## Try it:
Return each line of the entries that holds the string "const".

## Material provided:
──────────

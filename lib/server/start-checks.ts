import { QueryTypes } from 'sequelize';
import { verifyPassword } from '@/lib/accounts/password';
import { database } from '@/lib/database/connection';
import { env } from '@/lib/env';
import demoAccounts from '@/seeders/demo-accounts.json';

const demoWords = ['demo', 'local', 'heartcut', 'example', 'secret', 'change-me', 'changeme'];

function looksLikeDemo(secret: string): boolean {
  const low = secret.toLowerCase();
  return demoWords.some((word) => low === word || low.startsWith(`${word}-`)) || new Set(secret).size < 10;
}

/**
 * Refuses to serve in production with secrets that anybody can read in this repository: a weak session
 * secret or store key, or a demo account that still has its published password.
 */
export async function checkBeforeStart(): Promise<void> {
  const { production, authSecret, s3, publicUrl } = env();
  await database().query('SELECT 1', { type: QueryTypes.SELECT });
  if (!production) return;
  if (looksLikeDemo(authSecret))
    throw new Error('NEXTAUTH_SECRET is a demo value. Make one: openssl rand -base64 48');
  if (looksLikeDemo(s3.secretKey))
    throw new Error('S3_SECRET_KEY is a demo value. Set the key of your object store.');
  if (
    !publicUrl.startsWith('https://') &&
    !/^http:\/\/(127\.0\.0\.1|localhost|\[::1\])(:|$)/.test(publicUrl)
  ) {
    throw new Error(
      'NEXTAUTH_URL must start with https:// in production: passwords and signatures travel over it.',
    );
  }
  const rows = await database().query<{ email: string; passwordHash: string }>(
    'SELECT email, passwordHash FROM users WHERE email IN (?) AND disabledAt IS NULL',
    { replacements: [demoAccounts.map((account) => account.email)], type: QueryTypes.SELECT },
  );
  for (const row of rows) {
    const published = demoAccounts.find((account) => account.email === row.email)?.password ?? '';
    if (await verifyPassword(published, row.passwordHash)) {
      throw new Error(
        `The demo account ${row.email} still has its published password. Disable it or change the password first.`,
      );
    }
  }
}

──────────

## Expected answer:
const demoWords = ['demo', 'local', 'heartcut', 'example', 'secret', 'change-me', 'changeme'];
  const low = secret.toLowerCase();
  const { production, authSecret, s3, publicUrl } = env();
  const rows = await database().query<{ email: string; passwordHash: string }>(
  for (const row of rows) {
    const published = demoAccounts.find((account) => account.email === row.email)?.password ?? '';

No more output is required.